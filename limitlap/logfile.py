"""Reading a session log: CSV in, SI channels on the log's own time base out.

:func:`read_log` detects the file's layout (gzip, encoding and line ends, metadata
lines, a units row, delimiter and decimal comma, :mod:`limitlap.logformat`; what is not
a text table is refused as such), maps column headers to channels (built-in names with
units in brackets or a units row, or a channel map), parses the numbers with polars,
turns date-times and clock times into seconds (:mod:`limitlap.logtime`), merges
duplicate time stamps and converts every channel to SI; latitude and longitude go to a local frame (:mod:`limitlap.gnss`). The
pedal, steering and gear columns can be left out of the parse and read later for one
lap's rows only (:data:`TRACE_CHANNELS`, :meth:`Log.channel_rows`). Every problem
becomes an :class:`~limitlap.errors.InputError` naming the file, row and column.
Format: docs/formats.md, Log files.
"""

from __future__ import annotations

import math
from dataclasses import dataclass, field
from pathlib import Path

import numpy as np

from limitlap import derived as derived_mod
from limitlap.errors import InputError
from limitlap.gnss import dropout_warnings, to_enu
from limitlap.ingest import (
    ChannelMap,
    accepted_units,
    read_channel_map,
    unit_key,
)
from limitlap.logformat import (
    Layout,
    describe,
    detect_layout,
    log_source,
    session_info,
    split_header,
    time_format,
)
from limitlap.logtime import clock_seconds, iso_seconds
from limitlap.units import CHANNEL_UNITS


@dataclass(frozen=True, eq=False)
class Log:
    """A session log in SI on one time base (the log's own rows).

    Attributes
    ----------
    path : str
        The file it came from.
    time_s : numpy.ndarray
        Time of each row, strictly increasing. [s]
    channels : dict[str, numpy.ndarray]
        docs/formats.md, Log files channel name -> values per row in SI (``speed`` m/s, ``accel_*``
        m/s², ``yaw_rate`` rad/s, ``throttle`` 0-1, ``brake`` Pa, ``steer`` rad,
        ``altitude`` m). NaN where the row left the cell blank (lower-rate channels).
        Position is always planar: ``x`` east and ``y`` north in metres; a WGS84 log is
        converted to a local east-north-up frame at ``origin``.
    origin : tuple of float or None
        (latitude deg, longitude deg, height m) of the ENU origin, None for x/y logs.
    warnings : list of str
        Problems found that did not stop the read (one line each, naming the file).
    session : dict of str to str
        What the log says of its session: ``date``, ``venue``, ``driver``, ``car``,
        ``session``, each only when named (:func:`limitlap.logformat.session_info`).
    metadata : tuple of (str, str)
        Every metadata line above the header, key and value as written.
    layout_note : str or None
        One line saying what was detected when the file is not in the plain form
        (:func:`limitlap.logformat.describe`), None when it is.
    derived : dict
        Channels not logged but derived from others (:mod:`limitlap.derived`): name -> how
        (its record there). They stand in where a channel is needed as a quantity, never
        where one is checked against the GPS path or taken as an independent
        measurement of the line's shape (:meth:`measured`).
    """

    path: str
    time_s: np.ndarray
    channels: dict[str, np.ndarray]
    origin: tuple[float, float, float] | None = None
    warnings: list[str] = field(default_factory=list)
    session: dict[str, str] = field(default_factory=dict)
    metadata: tuple[tuple[str, str], ...] = ()
    layout_note: str | None = None
    derived: dict = field(default_factory=dict)

    def has(self, name: str) -> bool:
        """True when the channel exists and has at least one value (a deferred channel, see :func:`read_log`'s ``defer``: when its column exists)."""
        ch = self.channels.get(name)
        if ch is None:
            deferred = getattr(self.channels, "deferred", None)
            return deferred is not None and name in deferred.specs
        # remembered per array (the line rebuild asks about ten times a lap)
        seen = self.__dict__.setdefault("_has_seen", {})
        hit = seen.get(name)
        if hit is None or hit[0] is not ch:
            hit = seen[name] = (ch, bool(np.isfinite(ch).any()))
        return hit[1]

    def measured(self, name: str) -> bool:
        """True when the log has the channel and it was logged, not derived (:attr:`derived`)."""
        return name not in self.derived and self.has(name)

    def channel_rows(self, name: str, start: int, stop: int) -> np.ndarray:
        """Values of channel ``name`` for rows ``start`` to ``stop`` (exclusive), SI.

        A channel :func:`read_log` deferred is parsed for those rows only (the bytes of
        that stretch of the file, located by the time stamps), the same values the whole
        column would give; when that cannot be done the whole column is parsed.
        """
        deferred = getattr(self.channels, "deferred", None)
        if name not in self.channels and deferred is not None and name in deferred.specs:
            part = deferred.rows(name, start, stop)
            if part is not None:
                return part
        return self.channels[name][start:stop]

    def remembered(self, key, compute):
        """``compute(self)``, computed once per log and key while its arrays stay the same.

        Derived arrays (distance travelled, fix rows, dropouts, filled positions) are asked
        for by the reader, the lap splitter and the pipeline in turn; the result is kept
        with references to ``time_s`` and the channel arrays it came from and recomputed
        when any of them is replaced. Arrays in the result are made read-only, so a caller
        cannot change what the next one gets.
        """
        memo = self.__dict__.setdefault("_remembered", {})
        basis = (self.time_s, *self.channels.values())
        hit = memo.get(key)
        if (
            hit is not None
            and len(hit[0]) == len(basis)
            and all(a is b for a, b in zip(hit[0], basis, strict=True))
        ):
            return hit[1]
        value = compute(self)
        for arr in value if isinstance(value, tuple) else (value,):
            if isinstance(arr, np.ndarray):
                arr.flags.writeable = False
        memo[key] = (basis, value)
        return value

━━━━━━━━━━━━━━━━

▶ **YOUR TASK**:
Find the word "docs" in the records. Copy every line it appears in.

▶ **WRITTEN ANSWER**:
Format: docs/formats.md, Log files.
        docs/formats.md, Log files channel name -> values per row in SI (``speed`` m/s, ``accel_*``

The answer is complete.